| Summary: | Sanitary landfill leachate (SLL) is produced extensively in sanitary landfills and is loaded with
hazardous substances, causing serious risks to both living organisms and the environment. In recent
years, numerous processes, either single or combined, have been implemented to treat this hazardous
wastewater. However, the treatment of raw leachate is very challenging due to the complexity of its
composition. In almost all processes applied to treat raw landfill leachate, the quality of the final
effluent did not fully comply with the discharge limits imposed by environmental regulations for
release into a water body, while the combined systems developed consisted of mostly expensive
processes.
The objective of the current PhD thesis is to treat real sanitary landfill leachates using single and
combined processes, which are environmentally friendly, easy to operate, cost-effective and highly
effective in removing pollutants from raw landfill leachate.

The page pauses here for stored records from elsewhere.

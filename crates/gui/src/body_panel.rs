//! The side panel: shape model, body (mass, spin, gravity method, derived figures), surface
//! map, launches and flight settings, each a section that folds away.

use egui::{Color32, Key, RichText, Ui};
use spinfall_dynamics::scenario::{FieldMethodSpec, FieldSpec};
use spinfall_dynamics::surface_map::SurfaceField;
use spinfall_gravity::LengthUnit;
use spinfall_render::Colormap;
use spinfall_workflow::gravity_method::DEFAULT_FIELD_MEMORY_MB;

use crate::app::SpinfallApp;
use crate::command::Command;
use crate::menu::AMBER;
use crate::number_field::NumberField;
use crate::session::{AxisChoice, MassInput};
use crate::units::{field_label, fmt_sci};

/// A section of the side panel that folds away.
fn section(ui: &mut Ui, title: &str, add: impl FnOnce(&mut Ui)) {
    egui::CollapsingHeader::new(RichText::new(title).heading())
        .id_salt(("section", title))
        .default_open(true)
        .show(ui, add);
}

/// Scale that shows a value stored in hours in the display time unit.
fn hours_scale(units: spinfall_scene::DisplayUnits) -> f64 {
    units.seconds_per_time_unit() / 3600.0
}
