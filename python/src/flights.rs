//! `spinfall.FlightResults`: the reports of a run as dicts of numpy arrays, with the
//! trajectories of both frames.

use pyo3::exceptions::{PyIndexError, PyKeyError};
use pyo3::prelude::*;
use pyo3::types::{PyDict, PyList, PyString};
use spinfall_dynamics::{Contact, FlightReport, Outcome, ShadowEvent, TrajectorySample};
use spinfall_workflow::gravity_method::FieldUsed;
use spinfall_workflow::run::RunReports;

use crate::arrays;
use crate::convert::to_py_value;

/// The results of `Scenario.fly()`: one report per launch, in launch order.
///
/// `results["fan/0"]` (or `results[0]`) is a dict of one launch (see `launch`); iterating gives
/// the launch ids; `table()` gives one array per column of results.csv over all launches. Units
/// are SI and in the keys; positions are in the body-fixed frame unless the key says inertial.
#[pyclass(name = "FlightResults", module = "spinfall", frozen)]
pub struct PyFlightResults {
    reports: Vec<FlightReport>,
    field: FieldUsed,
    elapsed_s: f64,
}

impl PyFlightResults {
    /// The results of a finished run.
    pub fn new(done: RunReports, field: FieldUsed) -> PyFlightResults {
        PyFlightResults {
            reports: done.reports,
            field,
            elapsed_s: done.elapsed.as_secs_f64(),
        }
    }

    fn index_of(&self, key: &Bound<'_, PyAny>) -> PyResult<usize> {
        if let Ok(id) = key.cast::<PyString>() {
            let id = id.to_str()?;
            return self.reports.iter().position(|r| r.id == id).ok_or_else(|| {
                PyKeyError::new_err(format!("no launch with id {id:?} in these results"))
            });
        }
        let k: isize = key
            .extract()
            .map_err(|_| PyKeyError::new_err("a launch is looked up by its id (str) or index"))?;
        let n = self.reports.len() as isize;
        let i = if k < 0 { k + n } else { k };
        if (0..n).contains(&i) {
            Ok(i as usize)
        } else {
            Err(PyIndexError::new_err(format!(
                "launch index {k} is out of range for {n} launches"
            )))
        }
    }
}

#[pymethods]
impl PyFlightResults {
    /// Launch ids in launch order.
    #[getter]
    fn ids(&self) -> Vec<String> {
        self.reports.iter().map(|r| r.id.clone()).collect()
    }

    /// Every launch as a dict (see `launch`), keyed by id, in launch order.
    #[getter]
    fn launches<'py>(&self, py: Python<'py>) -> PyResult<Bound<'py, PyDict>> {
        let dict = PyDict::new(py);
        for r in &self.reports {
            dict.set_item(&r.id, report_dict(py, r)?)?;
        }
        Ok(dict)
    }

    /// One launch as a dict, by id or index (as `results[key]`). Keys: `id`; `outcome`
    /// ("landed", "escaped", "still_flying" or "failed") and `failure_reason`; the flags
    /// `landed`, `escaped`, `still_flying`, `failed`; `launch_pos_body_m`,
    /// `launch_vel_body_m_s`; the times `first_contact_time_s`, `rest_time_s` (None when it
    /// never happened) and `end_time_s`; `first_contact` (a dict, or None); `landing` (the rest
    /// point: `pos_body_m`, `lat_deg`, `lon_deg`, `face`, or None); `downrange_m`,
    /// `max_altitude_m`; `contacts` (a dict of arrays, one entry per contact: `t_s`,
    /// `pos_body_m`, `face`, `lat_deg`, `lon_deg`, `impact_speed_m_s`, `impact_angle_deg`,
    /// `rebound_speed_m_s`, `rest`); `jacobi_rel_drift` (None under the Sun's forces),
    /// `energy_added_m2_s2`, `shadow_events` (arrays `t_s`, `enters_shadow`, `pos_body_m`);
    /// `frame_agreement_m`, `gravity_evaluations`, `steps`, `rejected_steps`; the final states
    /// `final_pos_body_m`, `final_vel_body_m_s`, `final_pos_inertial_m`,
    /// `final_vel_inertial_m_s`; `trajectory_body` and `trajectory_inertial` (dicts of arrays
    /// `t_s` (k,), `pos_m` (k, 3), `vel_m_s` (k, 3); body-frame velocities are relative to the
    /// rotating body); and `targeting` (a dict, for launches of a targeted entry, else None).
    fn launch<'py>(
        &self,
        py: Python<'py>,
        key: &Bound<'py, PyAny>,
    ) -> PyResult<Bound<'py, PyDict>> {
        let i = self.index_of(key)?;
        report_dict(py, &self.reports[i])
    }

    fn __getitem__<'py>(
        &self,
        py: Python<'py>,
        key: &Bound<'py, PyAny>,
    ) -> PyResult<Bound<'py, PyDict>> {
        self.launch(py, key)
    }

    fn __len__(&self) -> usize {
        self.reports.len()
    }

    fn __contains__(&self, id: &str) -> bool {
        self.reports.iter().any(|r| r.id == id)
    }

    fn __iter__<'py>(&self, py: Python<'py>) -> PyResult<Bound<'py, PyAny>> {
        Ok(PyList::new(py, self.ids())?.try_iter()?.into_any())
    }

    /// One column per results.csv column over all launches, in launch order: `id` and
    /// `outcome` (lists of str), then float64 arrays with NaN where a launch has no value:
    /// `first_contact_time_s`, `rest_time_s`, `landing_lat_deg`, `landing_lon_deg`,
    /// `downrange_m`, `max_altitude_m`, `first_impact_speed_m_s`, `first_impact_angle_deg`,
    /// `jacobi_rel_drift` (NaN under the Sun's forces, where results.csv says "n/a"),
    /// `frame_agreement_m`, `energy_added_m2_s2` (NaN without the Sun's forces), and the
    /// counts `contacts` and `shadow_events` (int64). Also `end_time_s`, and (n, 3) arrays
    /// `landing_pos_body_m` (NaN rows where not landed) and `final_pos_body_m`. The targeting
    /// columns of a targeted run are in each launch's `targeting` dict instead.
    fn table<'py>(&self, py: Python<'py>) -> PyResult<Bound<'py, PyDict>> {
        let r = &self.reports;
        let col = |f: &dyn Fn(&FlightReport) -> Option<f64>| {
            arrays::scalars(py, r.iter().map(|x| f(x).unwrap_or(f64::NAN)).collect())
        };
        let dict = PyDict::new(py);
        dict.set_item("id", self.ids())?;
        dict.set_item(
            "outcome",
            r.iter()
                .map(|x| outcome_kind(&x.outcome))
                .collect::<Vec<_>>(),
        )?;
        dict.set_item("first_contact_time_s", col(&|x| x.first_contact_time_s))?;
        dict.set_item("rest_time_s", col(&|x| x.rest_time_s))?;
        dict.set_item("end_time_s", col(&|x| Some(x.end_time_s)))?;
        dict.set_item(
            "landing_lat_deg",
            col(&|x| x.landing.as_ref().map(|l| l.lat_deg)),
        )?;
        dict.set_item(
            "landing_lon_deg",
            col(&|x| x.landing.as_ref().map(|l| l.lon_deg)),
        )?;
        dict.set_item("downrange_m", col(&|x| x.downrange_m))?;
        dict.set_item("max_altitude_m", col(&|x| Some(x.max_altitude_m)))?;
        dict.set_item(
            "first_impact_speed_m_s",
            col(&|x| x.contacts.first().map(|c| c.impact_speed_m_s)),
        )?;
        dict.set_item(
            "first_impact_angle_deg",
            col(&|x| x.contacts.first().map(|c| c.impact_angle_deg)),
        )?;
        dict.set_item(
            "contacts",
            arrays::integers(py, r.iter().map(|x| x.contacts.len() as i64).collect()),
        )?;
        dict.set_item("jacobi_rel_drift", col(&|x| x.jacobi_rel_drift))?;
        dict.set_item("frame_agreement_m", col(&|x| Some(x.frame_agreement_m)))?;
        dict.set_item("energy_added_m2_s2", col(&|x| x.energy_added_m2_s2))?;
        dict.set_item(
            "shadow_events",
            arrays::integers(py, r.iter().map(|x| x.shadow_events.len() as i64).collect()),
        )?;
        dict.set_item(
            "landing_pos_body_m",
            arrays::rows3(
                py,
                r.iter()
                    .map(|x| x.landing.as_ref().map_or([f64::NAN; 3], |l| l.pos_body_m)),
            ),
        )?;
        dict.set_item(
            "final_pos_body_m",
            arrays::rows3(py, r.iter().map(|x| x.final_pos_body_m)),
        )?;
        Ok(dict)
    }

    /// The launches that failed, as (id, reason) pairs.
    fn failures(&self) -> Vec<(String, String)> {
        spinfall_workflow::run::failures(&self.reports)
            .map(|(id, why)| (id.to_string(), why.to_string()))
            .collect()
    }

    /// How gravity was computed, as the `field` record of results.json.
    #[getter]
    fn field<'py>(&self, py: Python<'py>) -> PyResult<Bound<'py, PyAny>> {
        to_py_value(py, &self.field)
    }

    /// Wall-clock time of the flights, s.
    #[getter]
    fn elapsed_s(&self) -> f64 {
        self.elapsed_s
    }

    fn __repr__(&self) -> String {
        let landed = self
            .reports
            .iter()
            .filter(|r| r.outcome == Outcome::Landed)
            .count();
        format!(
            "FlightResults({} launches, {landed} landed, {} failed)",
            self.reports.len(),
            spinfall_workflow::run::failures(&self.reports).count()
        )
    }
}

/// The outcome's kind as results.json names it.
fn outcome_kind(o: &Outcome) -> &'static str {
    match o {
        Outcome::Landed => "landed",
        Outcome::Escaped => "escaped",
        Outcome::StillFlying => "still_flying",
        Outcome::Failed { .. } => "failed",
    }
}

/// One launch as the dict documented at `FlightResults.launch`.
fn report_dict<'py>(py: Python<'py>, r: &FlightReport) -> PyResult<Bound<'py, PyDict>> {
    let d = PyDict::new(py);
    d.set_item("id", &r.id)?;
    d.set_item("outcome", outcome_kind(&r.outcome))?;
    let reason = match &r.outcome {
        Outcome::Failed { reason } => Some(reason.as_str()),
        _ => None,
    };
    d.set_item("failure_reason", reason)?;
    d.set_item("landed", r.outcome == Outcome::Landed)?;
    d.set_item("escaped", r.outcome == Outcome::Escaped)?;
    d.set_item("still_flying", r.outcome == Outcome::StillFlying)?;
    d.set_item("failed", reason.is_some())?;
    d.set_item("launch_pos_body_m", arrays::vec3(py, r.launch_pos_body_m))?;
    d.set_item(
        "launch_vel_body_m_s",
        arrays::vec3(py, r.launch_vel_body_m_s),
    )?;
    d.set_item("first_contact_time_s", r.first_contact_time_s)?;
    d.set_item("rest_time_s", r.rest_time_s)?;
    d.set_item("end_time_s", r.end_time_s)?;
    let first = match r.contacts.first() {
        Some(c) => contact_dict(py, c)?.into_any(),
        None => py.None().into_bound(py),
    };
    d.set_item("first_contact", first)?;
    let landing = match &r.landing {
        Some(l) => {
            let ld = PyDict::new(py);
            ld.set_item("pos_body_m", arrays::vec3(py, l.pos_body_m))?;
            ld.set_item("lat_deg", l.lat_deg)?;
            ld.set_item("lon_deg", l.lon_deg)?;
            ld.set_item("face", l.face)?;
            ld.into_any()
        }
        None => py.None().into_bound(py),
    };
    d.set_item("landing", landing)?;
    d.set_item("downrange_m", r.downrange_m)?;
    d.set_item("max_altitude_m", r.max_altitude_m)?;
    d.set_item("contacts", contacts_dict(py, &r.contacts)?)?;
    d.set_item("jacobi_rel_drift", r.jacobi_rel_drift)?;
    d.set_item("energy_added_m2_s2", r.energy_added_m2_s2)?;
    d.set_item("shadow_events", shadow_dict(py, &r.shadow_events)?)?;
    d.set_item("frame_agreement_m", r.frame_agreement_m)?;
    d.set_item("gravity_evaluations", r.gravity_evaluations)?;
    d.set_item("steps", r.steps)?;
    d.set_item("rejected_steps", r.rejected_steps)?;
    d.set_item("final_pos_body_m", arrays::vec3(py, r.final_pos_body_m))?;
    d.set_item("final_vel_body_m_s", arrays::vec3(py, r.final_vel_body_m_s))?;
    d.set_item(
        "final_pos_inertial_m",
        arrays::vec3(py, r.final_pos_inertial_m),
    )?;
    d.set_item(
        "final_vel_inertial_m_s",
        arrays::vec3(py, r.final_vel_inertial_m_s),
    )?;
    d.set_item("trajectory_body", trajectory_dict(py, &r.trajectory_body)?)?;
    d.set_item(
        "trajectory_inertial",
        trajectory_dict(py, &r.trajectory_inertial)?,
    )?;
    let targeting = match &r.targeting {
        Some(t) => to_py_value(py, t.as_ref())?,
        None => py.None().into_bound(py),
    };
    d.set_item("targeting", targeting)?;
    Ok(d)
}

/// One contact as a dict of values.
fn contact_dict<'py>(py: Python<'py>, c: &Contact) -> PyResult<Bound<'py, PyDict>> {
    let d = PyDict::new(py);
    d.set_item("t_s", c.t_s)?;
    d.set_item("pos_body_m", arrays::vec3(py, c.pos_body_m))?;
    d.set_item("face", c.face)?;
    d.set_item("lat_deg", c.lat_deg)?;
    d.set_item("lon_deg", c.lon_deg)?;
    d.set_item("impact_speed_m_s", c.impact_speed_m_s)?;
    d.set_item("impact_angle_deg", c.impact_angle_deg)?;
    d.set_item("rebound_speed_m_s", c.rebound_speed_m_s)?;
    d.set_item("rest", c.rest)?;
    Ok(d)
}

/// Every contact as a dict of arrays, one entry per contact.
fn contacts_dict<'py>(py: Python<'py>, cs: &[Contact]) -> PyResult<Bound<'py, PyDict>> {
    let d = PyDict::new(py);
    let col = |f: fn(&Contact) -> f64| arrays::scalars(py, cs.iter().map(f).collect());
    d.set_item("t_s", col(|c| c.t_s))?;
    d.set_item(
        "pos_body_m",
        arrays::rows3(py, cs.iter().map(|c| c.pos_body_m)),
    )?;
    d.set_item(
        "face",
        arrays::integers(py, cs.iter().map(|c| c.face as i64).collect()),
    )?;
    d.set_item("lat_deg", col(|c| c.lat_deg))?;
    d.set_item("lon_deg", col(|c| c.lon_deg))?;
    d.set_item("impact_speed_m_s", col(|c| c.impact_speed_m_s))?;
    d.set_item("impact_angle_deg", col(|c| c.impact_angle_deg))?;
    d.set_item("rebound_speed_m_s", col(|c| c.rebound_speed_m_s))?;
    d.set_item(
        "rest",
        arrays::flags(py, cs.iter().map(|c| c.rest).collect()),
    )?;
    Ok(d)
}

/// Shadow entries and exits as a dict of arrays.
fn shadow_dict<'py>(py: Python<'py>, es: &[ShadowEvent]) -> PyResult<Bound<'py, PyDict>> {
    let d = PyDict::new(py);
    d.set_item(
        "t_s",
        arrays::scalars(py, es.iter().map(|e| e.t_s).collect()),
    )?;
    d.set_item(
        "enters_shadow",
        arrays::flags(py, es.iter().map(|e| e.enters_shadow).collect()),
    )?;
    d.set_item(
        "pos_body_m",
        arrays::rows3(py, es.iter().map(|e| e.pos_body_m)),
    )?;
    Ok(d)
}

/// A trajectory as a dict of arrays: `t_s` (k,), `pos_m` (k, 3), `vel_m_s` (k, 3).
fn trajectory_dict<'py>(py: Python<'py>, ts: &[TrajectorySample]) -> PyResult<Bound<'py, PyDict>> {
    let d = PyDict::new(py);
    d.set_item(
        "t_s",
        arrays::scalars(py, ts.iter().map(|s| s.t_s).collect()),
    )?;
    d.set_item("pos_m", arrays::rows3(py, ts.iter().map(|s| s.pos_m)))?;
    d.set_item("vel_m_s", arrays::rows3(py, ts.iter().map(|s| s.vel_m_s)))?;
    Ok(d)
}
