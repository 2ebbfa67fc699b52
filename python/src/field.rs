//! `spinfall.Field`: the gravity field of a shape model at constant density, chosen by the
//! workflow's one gravity-method switch and evaluated by the same batch kernel as
//! `spinfall gravity`.

use std::path::PathBuf;
use std::sync::Arc;

use pyo3::prelude::*;
use pyo3::types::PyDict;
use spinfall_dynamics::GravityModel;
use spinfall_dynamics::scenario::FieldMethodSpec;
use spinfall_gravity::{FieldSample, MassSpec};
use spinfall_workflow::export::evaluate_points;
use spinfall_workflow::gravity_method::{FieldUsed, GravityOptions, gravity_model};

use crate::arrays;
use crate::background::run_in_background;
use crate::convert::to_py_value;
use crate::errors::{IntoPyResult, invalid};
use crate::shape::PyShape;

/// The method named `method` ("direct" or "interpolated").
pub fn parse_method(method: &str) -> PyResult<FieldMethodSpec> {
    match method {
        "direct" => Ok(FieldMethodSpec::Direct),
        "interpolated" => Ok(FieldMethodSpec::Interpolated),
        other => Err(invalid(format!(
            "method must be \"direct\" or \"interpolated\", got {other:?}"
        ))),
    }
}

/// The gravity field of a constant-density polyhedron (Werner & Scheeres 1997).
///
/// `Field(shape, density_kg_m3)` sums the exact face and edge terms (`method="direct"`, the
/// default). `method="interpolated"` builds (or reads from the cache folder) a field fitted to
/// a relative acceleration error of at most `max_rel_error` (in [1e-12, 1e-3]): slow to build
/// once per body, mass and bound, then much faster. Give the mass as exactly one of
/// `density_kg_m3`, `mass_kg` or `gm_m3_s2`. `cache_dir` is the folder of stored fields
/// (default: `$SPINFALL_CACHE_DIR`, else the per-user cache folder), as the command line's
/// `--cache-dir`. A build can be interrupted with Ctrl+C; `progress(stage, done, total)` is
/// called during it with stage "field" (cells done of the current octree level).
///
/// The potential is positive (`GM/r` far away) and the acceleration is its gradient, in the
/// shape's body frame. Spinfall is for research and planning, not flight-certified.
#[pyclass(name = "Field", module = "spinfall", frozen)]
pub struct PyField {
    model: Arc<dyn GravityModel>,
    used: FieldUsed,
    face_count: usize,
}

/// Facet-point pairs evaluated between two checks for Ctrl+C in `evaluate` (a few tenths of a
/// second with the direct kernel). Points are independent, so the chunking changes no bit.
const CHUNK_FACET_POINTS: usize = 100_000_000;

/// The mass given as exactly one of the three keywords.
pub fn mass_spec(
    density_kg_m3: Option<f64>,
    mass_kg: Option<f64>,
    gm_m3_s2: Option<f64>,
) -> PyResult<MassSpec> {
    match (density_kg_m3, mass_kg, gm_m3_s2) {
        (Some(d), None, None) => Ok(MassSpec::DensityKgM3(d)),
        (None, Some(m), None) => Ok(MassSpec::MassKg(m)),
        (None, None, Some(gm)) => Ok(MassSpec::GmM3S2(gm)),
        _ => Err(invalid(
            "give exactly one of density_kg_m3, mass_kg, gm_m3_s2",
        )),
    }
}

#[pymethods]
impl PyField {
    /// Builds the field of `shape` (see the class docs).
    #[new]
    #[pyo3(signature = (
        shape,
        density_kg_m3 = None,
        *,
        mass_kg = None,
        gm_m3_s2 = None,
        method = "direct",
        max_rel_error = 1e-9,
        max_memory_mb = None,
        cache_dir = None,
        progress = None,
    ))]
    #[allow(clippy::too_many_arguments, reason = "Python keyword arguments")]
    fn new(
        py: Python<'_>,
        shape: PyRef<'_, PyShape>,
        density_kg_m3: Option<f64>,
        mass_kg: Option<f64>,
        gm_m3_s2: Option<f64>,
        method: &str,
        max_rel_error: f64,
        max_memory_mb: Option<u64>,
        cache_dir: Option<PathBuf>,
        progress: Option<Bound<'_, PyAny>>,
    ) -> PyResult<PyField> {
        let mass = mass_spec(density_kg_m3, mass_kg, gm_m3_s2)?;
        let options = GravityOptions {
            method: Some(parse_method(method)?),
            max_rel_error: Some(max_rel_error),
            max_memory_mb,
            cache_dir,
        };
        let model_shape = Arc::clone(shape.model());
        let face_count = model_shape.face_count();
        drop(shape);
        let (model, used) = run_in_background(py, progress.as_ref(), move |job| {
            let spec = options.resolve(None);
            gravity_model(&model_shape, mass, &spec, &options, &job.build_hooks())
        })?;
        Ok(PyField {
            model,
            used,
            face_count,
        })
    }

    /// The field at `points`, an (n, 3) float64 numpy array of positions in metres in the
    /// shape's body frame. Returns a dict of new arrays named as `spinfall gravity`'s output:
    /// `potential_m2_s2` (n,), `acceleration_m_s2` (n, 3), `gradient_s2` (n, 3, 3) (second
    /// derivatives of the potential, 1/s^2), `laplacian_s2` (n,) (`-4 pi G rho` inside, 0
    /// outside) and `inside` (n,) bool. The GIL is released while the points are evaluated
    /// (in parallel); a large batch runs in chunks with a check for Ctrl+C between them
    /// (`KeyboardInterrupt`).
    ///
    /// Raises `SpinfallError` for an array of another shape or dtype, a non-finite coordinate,
    /// or a point so far away that the result is not a finite number.
    fn evaluate<'py>(
        &self,
        py: Python<'py>,
        points: &Bound<'py, PyAny>,
    ) -> PyResult<Bound<'py, PyDict>> {
        let points_m = arrays::points_m(points, "points")?;
        let chunk = (CHUNK_FACET_POINTS / self.face_count.max(1)).max(1024);
        let mut samples = Vec::with_capacity(points_m.len());
        for (c, part) in points_m.chunks(chunk).enumerate() {
            let model = self.model.as_ref();
            let first = c * chunk;
            let done = py
                .detach(|| evaluate_points(model, part, &|k| format!("points[{}]", first + k)))
                .py()?;
            samples.extend(done);
            py.check_signals()?;
        }
        samples_dict(py, &samples)
    }

    /// Gravitational parameter GM of the body, m^3/s^2.
    #[getter]
    fn gm_m3_s2(&self) -> f64 {
        self.model.gm_m3_s2()
    }

    /// "direct" or "interpolated".
    #[getter]
    fn method(&self) -> String {
        self.used.method.clone()
    }

    /// The interpolated field's bound of the relative acceleration error (None for direct).
    #[getter]
    fn max_rel_error(&self) -> Option<f64> {
        self.used.max_rel_error
    }

    /// How the field was computed: the `field` record of results.json (method, bound, the
    /// vector kernel of this machine, an interpolated field's build statistics) plus, for an
    /// interpolated field, `store` (read from the cache folder, or built and stored, or built
    /// without storing, and why) and `build_s` (this process's build time, when it built it).
    #[getter]
    fn info<'py>(&self, py: Python<'py>) -> PyResult<Bound<'py, PyAny>> {
        let info = to_py_value(py, &self.used)?;
        // What this process did (kept out of results files, which must not depend on the
        // process; here it tells the user whether the cache worked).
        if let Ok(dict) = info.cast::<PyDict>() {
            if let Some(store) = &self.used.store {
                dict.set_item("store", store)?;
            }
            if let Some(build_s) = self.used.build_s {
                dict.set_item("build_s", build_s)?;
            }
        }
        Ok(info)
    }

    /// One line saying how the field is computed (as in manifests).
    fn describe(&self) -> String {
        self.used.describe()
    }

    fn __repr__(&self) -> String {
        format!(
            "Field(method={:?}, gm_m3_s2={:e})",
            self.used.method,
            self.model.gm_m3_s2()
        )
    }
}

/// The samples as the dict `evaluate` returns.
fn samples_dict<'py>(py: Python<'py>, samples: &[FieldSample]) -> PyResult<Bound<'py, PyDict>> {
    let dict = PyDict::new(py);
    dict.set_item(
        "potential_m2_s2",
        arrays::scalars(py, samples.iter().map(|s| s.potential_m2_s2).collect()),
    )?;
    dict.set_item(
        "acceleration_m_s2",
        arrays::rows3(
            py,
            samples.iter().map(|s| arrays::xyz(&s.acceleration_m_s2)),
        ),
    )?;
    let gradients: Vec<_> = samples.iter().map(|s| s.gradient_s2).collect();
    dict.set_item("gradient_s2", arrays::matrices3(py, &gradients))?;
    dict.set_item(
        "laplacian_s2",
        arrays::scalars(py, samples.iter().map(|s| s.laplacian_s2).collect()),
    )?;
    dict.set_item(
        "inside",
        arrays::flags(py, samples.iter().map(|s| s.inside).collect()),
    )?;
    Ok(dict)
}
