/// Converts the leaves' basis coefficients to monomials, one matrix product per space and
/// degree (that is, per conversion matrix) and 256 leaves, instead of a product with a vector
/// per leaf.
fn convert_leaves(outcomes: &mut [Outcome]) {
    let mut groups: std::collections::BTreeMap<usize, Vec<usize>> =
        std::collections::BTreeMap::new();
    for (k, out) in outcomes.iter().enumerate() {
        if let Outcome::Leaf {
            coef: Coef::Basis { conv, .. },
            ..
        } = out
        {
            groups
                .entry(std::ptr::from_ref(*conv) as usize)
                .or_default()
                .push(k);
        }
    }
    let chunks: Vec<&[usize]> = groups.values().flat_map(|idx| idx.chunks(256)).collect();
    let basis_of = |k: usize| match &outcomes[k] {
        Outcome::Leaf {
            coef: Coef::Basis { coef, conv },
            ..
        } => Some((coef.as_slice(), *conv)),
        _ => None,
    };
    let converted: Vec<Option<nalgebra::DMatrix<f64>>> = chunks
        .par_iter()
        .map(|chunk| {
            let columns: Vec<(&[f64], &nalgebra::DMatrix<f64>)> =
                chunk.iter().filter_map(|&k| basis_of(k)).collect();
            let (first, conv) = columns.first()?;
            let m = nalgebra::DMatrix::from_fn(first.len(), columns.len(), |r, c| columns[c].0[r]);
            Some(*conv * m)
        })
        .collect();
    for (chunk, monomials) in chunks.iter().zip(converted) {
        let Some(monomials) = monomials else {
            continue;
        };
        for (c, &k) in chunk.iter().enumerate() {
            if let Outcome::Leaf { coef, .. } = &mut outcomes[k] {
                *coef = Coef::Owned(monomials.column(c).as_slice().to_vec());
            }
        }
    }
}

/// A fit point whose data a cell takes from a neighbour: the neighbour's `F` there, plus the
/// faces near the neighbour but not near the cell, less those near the cell but not near the
/// neighbour.
#[derive(Debug, Clone, Copy, PartialEq)]
struct Loan {
    /// The fit point (index in the cell's pattern).
    point: usize,
    /// The neighbour (index among the cells fitted together) and its fit point there.
    lender: usize,
    lender_point: usize,
}

/// Which fit points each of `cells` borrows. Neighbours share the fit points on their common
/// side (the patterns are placed on one lattice); the first cell to reach a point computes it
/// from its source, and a later cell sharing a side with it borrows it, paying for the faces
/// near one of the two and not the other (about a seventh of a ring for cells side by side)
/// instead of its whole ring (cells fitted from the exact field share the whole mesh's sums at
/// a shared point already, and lend their subtraction of the near faces: a lent point costs
/// the difference of two near sets instead of a near set). A cell borrows from a side
/// neighbour of its own space and kind whose source is no less accurate than its own; cells meeting at an edge or a corner
/// share too few points to be worth it (on the demo body at 100,820 facets and 1e-7, lending
/// across edges too cut the ring terms by another 5 % but made no faster build). With
/// `enabled` false nothing is lent.
fn lend(cells: &[(&Pending, Option<&[SetJet]>)], enabled: bool) -> Vec<Vec<Loan>> {
    if !enabled {
        return vec![Vec::new(); cells.len()];
    }
    let mut owner: std::collections::HashMap<(bool, Space, [i64; 3]), (usize, usize)> =
        std::collections::HashMap::new();
    let mut loans = vec![Vec::new(); cells.len()];
    for (i, (cell, exact)) in cells.iter().enumerate() {
        // Cells fitted from the exact field lend to their kind only (their data carry the
        // cluster tree's error, which the others' budgets leave out).
        let from_exact = cell.source.poly.is_none();
        if from_exact && exact.is_none() {
            continue;
        }
        let space = cell.space();
        for (j, key) in cell.fit_keys().into_iter().enumerate() {
            match owner.entry((from_exact, space, key)) {
                std::collections::hash_map::Entry::Vacant(v) => {
                    v.insert((i, j));
                }
                std::collections::hash_map::Entry::Occupied(o) => {
                    let (a, ja) = *o.get();
                    let apart: i64 = (0..3)
                        .map(|k| (cells[a].0.index[k] - cell.index[k]).abs())
                        .sum();
                    // The lent data carry the error of the lender's source: no more than the
                    // cell's own, so its budget stays as it was.
                    if apart == 1 && cells[a].0.source.error <= cell.source.error {
                        loans[i].push(Loan {
                            point: j,
                            lender: a,
                            lender_point: ja,
                        });
                    }
                }
            }
        }
    }
    for l in &mut loans {
        l.sort_unstable_by_key(|l| (l.lender, l.point));
    }
    loans
}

Initially, a naturally occurring zeolite was examined for the simultaneous removal of ammonium
nitrogen (NH4+-N), dissolved chemical oxygen demand (d-COD) and color from raw SLL in batch
adsorption (AD) experiments, where several operational parameters were applied. Saturation,
desorption and regeneration tests of zeolite were performed. Mechanistic information for NH4+-N was
also obtained by fitting adsorption/desorption data to kinetic and isotherm models using both linear
and non-linear methods. Additional information regarding the assessment of the pathway of pollutants
uptake was obtained by zeolite particles after adsorption, saturation, regeneration and desorption
processes using scanning electron microscopy (SEM), powder X- ray diffraction (XRD) and X-ray
photoelectron spectroscopy (XPS).
In a second stage, the efficiency of a naturally occurring palygorskite as an adsorbent for the
simultaneous removal of color, d‐COD and NH4+-N from raw SLL was investigated. Operational
parameters for adsorption process were also examined in batch adsorption experiments. Saturation and
desorption studies of palygorskite were also performed for all three pollutants simultaneously. Natural
palygorskite was then combined with natural zeolite in both single and sequential adsorption
arrangements to evaluate possible enhancement of the treatment efficiency in terms of the
simultaneous removal of color, d-COD and ΝΗ4+-Ν. After adsorption, saturation and desorption, the
palygorskite solids were characterized using XRD, Fourier-transform infrared spectroscopy (FTIR),
XPS, SEM, energy dispersive spectroscopy (EDS), measurements of BET specific surface area (SSA),
and the zeta potential of the suspended particles.
Next, a parametric evaluation of the electrocoagulation (EC) process on raw SLL was performed to
optimize the process. Then, hybrid systems consisting of EC and AD (with natural zeolite and/or
natural palygorskite) were developed using the optimal conditions of both processes to effectively treat
raw SLL. The efficiency of the systems was examined in terms of simultaneous removal of color, d-
COD, nitrate nitrogen (NO3--N) and NH4+-N. In particular, the optimal arrangement of the combined
EC and AD system using zeolite (ADzeo) was assessed by changing the sequence of the two processes.
Then, AD process using palygorskite (ADpal) was integrated into the first or middle stage of the
optimum hybrid EC and ADzeo system determined, thus resulting in the implementation of two more
hybrid systems: ADpal-ADzeo-EC and ADzeo-ADpal-EC.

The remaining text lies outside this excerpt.